Belief and Reliability in Analytics

One main benefit of a well-defined multidimensional mannequin (or semantic layer) is the belief it fosters within the analytics offered to clients. This sturdy mannequin permits for efficient testing, enabling agile responses in as we speak’s fast-paced setting.

Perceived Inflexibility

The semantic layer in OLAP serves as an important step earlier than information entry, and whereas it could initially appear to restrict flexibility, it ensures that information is modeled accurately from the beginning, simplifying future reporting. In lots of instances, this “inflexibility” is extra perceived than actual. Fashionable OLAP instruments, like icCube, don’t depend on outdated, cumbersome processes for creating OLAP cubes and might even help incremental updates. For instance, icCube’s class function permits even new dimensions to be created at runtime.

In abstract, OLAP and dimensional fashions proceed to supply crucial benefits in dealing with complicated enterprise logic, safety, regardless of the perceived inflexibility when in comparison with direct uncooked information entry.

is all the information and derived info wanted, wherever it's and
nevertheless a lot is related for the applying.

Pulling information from numerous sources — whether or not SQL, NoSQL, IoT, recordsdata, or SaaS platforms — is now not one thing unique to OLAP methods. Nevertheless, OLAP methods nonetheless provide a key benefit: they’re designed particularly to create a safe multidimensional mannequin that serves because the de facto semantic layer to your analytical wants.

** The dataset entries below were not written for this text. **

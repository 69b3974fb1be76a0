/**
 * Issue 5, test 4 (statistics): the per-class table and the flip matrices of a real sweep, checked by
 * recounting its exported samples.csv. The Wilson intervals themselves are checked against a reference
 * statistics library (7/50, 900/1000) in test/smoke.test.ts and test/sweep/stats.test.ts.
 */
import { afterAll, beforeAll, describe, expect, it } from 'vitest';
import { useBackend } from '../helpers/backend.ts';
import { wilsonInterval } from '../../src/core/stats/wilson.ts';
import { flipMatrices, perClassRobustness, sweepStatistics } from '../../src/core/stats/perClass.ts';
import { medianFlipBudget } from '../../src/core/stats/curve.ts';
import { runSweep } from '../../src/core/sweep/runSweep.ts';
import { samplesCsv } from '../../src/core/export/curveCsv.ts';
import { flipMatrixCsv, perClassCsv } from '../../src/core/export/statsCsv.ts';
import type { SweepResult } from '../../src/core/sweep/types.ts';
import { meansPlusRandomReluModel, mnistSampleSet, type TestModel } from '../sweep/fixtures.ts';

/** samples.csv parsed back: per (attack, eps, label) the samples, the robust ones and the predicted classes after the attack. */
function recount(csv: string): Map<string, { samples: number; robust: number; after: Map<number, number> }> {
  const out = new Map<string, { samples: number; robust: number; after: Map<number, number> }>();
  for (const line of csv.trimEnd().split('\n').slice(1)) {
    // File names here hold a comma inside quotes; the remaining 11 fields are plain.
    const fields = line.slice(line.lastIndexOf('"') + 2).split(',');
    const [label, cleanPred, , attack, , eps, advPred, , , , flipped] = fields as string[];
    const key = `${attack}|${eps}|${label}`;
    const entry = out.get(key) ?? { samples: 0, robust: 0, after: new Map<number, number>() };
    entry.samples++;
    if (cleanPred === label && flipped === '0') entry.robust++;
    entry.after.set(Number(advPred), (entry.after.get(Number(advPred)) ?? 0) + 1);
    out.set(key, entry);
  }
  return out;
}

describe('per-class robustness and flip matrices of a sweep (wasm)', () => {
  let model: TestModel;
  let result: SweepResult;
  beforeAll(async () => {
    await useBackend('wasm');
    model = meansPlusRandomReluModel(11);
    result = await runSweep({
      logits: model.logits,
      samples: mnistSampleSet(6, 840),
      config: { attacks: [{ id: 'fgsm', options: {} }, { id: 'pgd', options: { steps: 5 } }], norm: 'linf', eps: [0, 0.05, 0.1], seed: 4, batchSize: 30 },
    });
  });
  afterAll(() => model.dispose());

  it('per-class counts and intervals agree with a recount of samples.csv', () => {
    const counts = recount(samplesCsv(result));
    const table = perClassRobustness(result, Array.from({ length: 10 }, (_, k) => `digit ${k}`));
    expect(table).toHaveLength(result.curve.length);
    for (const point of table) {
      let robustTotal = 0;
      for (const c of point.classes) {
        const expected = counts.get(`${point.attack}|${point.eps}|${c.classIndex}`)!;
        expect(c.samples).toBe(expected.samples);
        expect(c.robust).toBe(expected.robust);
        expect(c.className).toBe(`digit ${c.classIndex}`);
        // Wilson 1927 on the class's own counts.
        const ci = wilsonInterval(expected.robust, expected.samples);
        expect([c.ci95Low, c.ci95High]).toEqual([ci.low, ci.high]);
        robustTotal += c.robust;
      }
      // The classes partition the samples: their robust counts add up to the curve's.
      expect(robustTotal).toBe(result.curve.find((p) => p.attack === point.attack && p.eps === point.eps)!.robust);
    }
  });

  it('flip matrices count every sample once, with the robust ones on the diagonal', () => {
    const counts = recount(samplesCsv(result));
    for (const m of flipMatrices(result)) {
      expect(m.counts).toHaveLength(10);
      m.counts.forEach((row, t) => {
        const expected = counts.get(`${m.attack}|${m.eps}|${t}`)!;
        row.forEach((n, p) => expect(n).toBe(expected.after.get(p) ?? 0));
        // A sample stays on the diagonal exactly when it is robust (correct clean, not flipped).
        expect(row[t]).toBe(expected.robust);
      });
    }
    // At ε = 0 the flip matrix is the clean confusion matrix.
    const clean = flipMatrices(result).find((m) => m.eps === 0)!;
    const diagonal = clean.counts.reduce((s, row, t) => s + row[t]!, 0);
    expect(diagonal).toBe(result.cleanCorrect);
  });

  it('writes both as CSV: one row per attack × budget × class, and the non-zero matrix cells', () => {
    const perClass = perClassCsv(perClassRobustness(result), 'linf').trimEnd().split('\n');
    expect(perClass[0]).toBe('attack,norm,eps,class,class_name,samples,clean_correct,robust,robust_accuracy,ci95_low,ci95_high');
    expect(perClass).toHaveLength(1 + result.curve.length * 10);
    const cells = flipMatrixCsv(flipMatrices(result), 'linf').trimEnd().split('\n');
    expect(cells[0]).toBe('attack,norm,eps,true_class,pred_class,count');
    // Every sample sits in exactly one cell per attack × budget.
    const total = cells.slice(1).reduce((s, line) => s + Number(line.split(',')[5]), 0);
    expect(total).toBe(result.samples * result.curve.length);
  });

  it('bundles the tables with the median flip budget of every attack', () => {
    const stats = sweepStatistics(result);
    expect(stats.perClass).toHaveLength(result.curve.length);
    expect(stats.flipMatrices).toHaveLength(result.curve.length);
    for (const attack of ['fgsm', 'pgd'] as const) expect(stats.medianFlipBudget[attack]).toEqual(medianFlipBudget(result.records, attack));
    console.log(`median flip budget on the grid: fgsm ${stats.medianFlipBudget.fgsm}, pgd ${stats.medianFlipBudget.pgd}; clean ${result.cleanCorrect}/${result.samples}`);
  });
});
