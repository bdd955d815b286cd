import { DateTime } from 'luxon';

/** A calendar day in the lab's zone: ISO date plus its start and end instants. */
export interface CalendarDay {
  readonly date: string;
  readonly label: string;
  readonly start: number;
  readonly end: number;
}

function dayOf(at: DateTime): CalendarDay {
  return { date: at.toISODate() ?? '', label: at.toFormat('ccc d LLL'), start: at.toMillis(), end: at.plus({ days: 1 }).toMillis() };
}

/** The seven days (Monday first) of the week holding `anchor`, in `zone`; days across a clock change keep their 23 or 25 hours. */
export function weekDays(anchor: DateTime, zone: string): CalendarDay[] {
  const monday = anchor.setZone(zone).startOf('week');
  return Array.from({ length: 7 }, (_, i) => dayOf(monday.plus({ days: i })));
}

/** Every day of the month holding `anchor`, in `zone`. */
export function monthDays(anchor: DateTime, zone: string): CalendarDay[] {
  const first = anchor.setZone(zone).startOf('month');
  return Array.from({ length: first.daysInMonth ?? 30 }, (_, i) => dayOf(first.plus({ days: i })));
}

/** Whether the half-open period [start, end) touches the day. */
export function overlapsDay(period: { start: string; end: string }, day: CalendarDay): boolean {
  return Date.parse(period.start) < day.end && Date.parse(period.end) > day.start;
}

/** "09:00–17:00" of a period as seen on one day in the lab's zone; "…" marks a part that runs over midnight. */
export function timesOnDay(period: { start: string; end: string }, day: CalendarDay, zone: string): string {
  const start = Math.max(Date.parse(period.start), day.start);
  const end = Math.min(Date.parse(period.end), day.end);
  const from = start > day.start ? DateTime.fromMillis(start, { zone }).toFormat('HH:mm') : '…';
  const to = end < day.end ? DateTime.fromMillis(end, { zone }).toFormat('HH:mm') : '…';
  return `${from}–${to}`;
}

/** A stretch of time as instants (ms), half-open. */
export interface Stretch {
  readonly start: number;
  readonly end: number;
}

/** The first whole hour of the lab's wall clock at or after `now`, so a chosen slot never starts in the past. */
export function nextWholeHour(now: number, zone: string): number {
  const at = DateTime.fromMillis(now, { zone });
  const hour = at.startOf('hour');
  return hour.toMillis() === at.toMillis() ? at.toMillis() : hour.plus({ hours: 1 }).toMillis();
}

/**
 * The parts of `day` that no busy period covers and that start no earlier than `notBefore`, earliest first. Busy
 * periods are half-open and may overlap each other or run past the day.
 */
export function freeStretches(busy: readonly { start: string; end: string }[], day: CalendarDay, notBefore: number): Stretch[] {
  const from = Math.max(day.start, notBefore);
  if (from >= day.end) return [];
  const taken = busy
    .map((period) => ({ start: Date.parse(period.start), end: Date.parse(period.end) }))
    .filter((period) => period.start < day.end && period.end > from)
    .sort((a, b) => a.start - b.start);
  const free: Stretch[] = [];
  let cursor = from;
  for (const period of taken) {
    if (period.start > cursor) free.push({ start: cursor, end: period.start });
    cursor = Math.max(cursor, period.end);
  }
  if (cursor < day.end) free.push({ start: cursor, end: day.end });
  return free;
}

/** "13:00–24:00" of a stretch within one day on the lab's clock; "all day" when it is the whole day. */
export function stretchTimes(stretch: Stretch, day: CalendarDay, zone: string): string {
  if (stretch.start <= day.start && stretch.end >= day.end) return 'all day';
  const clock = (at: number) => DateTime.fromMillis(at, { zone }).toFormat('HH:mm');
  return `${clock(Math.max(stretch.start, day.start))}–${stretch.end >= day.end ? '24:00' : clock(stretch.end)}`;
}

The unique definition of the FASMI Take a look at aimed to supply a transparent and memorable description of an On-line Analytical Processing (OLAP) system: Quick Evaluation of Shared Multidimensional Data. I imagine this definition stays related and is extra essential than ever. In 2024, folks ought to now not confuse OLAP with one in all its previous implementations — the outdated OLAP Dice.

As a sensible individual, I gained’t counsel particular instruments with out understanding your present information analytics challenges. I like to recommend fastidiously figuring out your present wants after which in search of the precise software. Most significantly, in the event you’re happy together with your present analytical platform, don’t change it only for the sake of utilizing the most recent fashionable software.

Nevertheless, in the event you’re :

  • struggling to question complicated multidimensional enterprise fashions,
  • struggling to use complicated safety that should align with company hierarchical safety fashions,
  • struggling to jot down complicated calculation for superior analytics,
  • struggling to handle 100s and/or 1000s of very disparate queries/dashboards,
  • struggling to open dashboards in underneath a second,
  • struggling to supply and merge information from disparate methods,
  • struggling to belief your analytics insights,

then it’s price contemplating trendy OLAP methods. Relaxation assured, they don’t seem to be out of date and are right here for some time. Fashionable OLAP instruments are actively developed and keep related in 2024. Furthermore, they profit from the most recent advances in:

  • big-data applied sciences,
  • self-service options,
  • generative AI,

to implement new options or full present ones to enhance the productiveness of the top customers. However it is a subject for a future put up. So keep tuned!

The reader can discover the obtainable OLAP servers on this Wikipedia web page.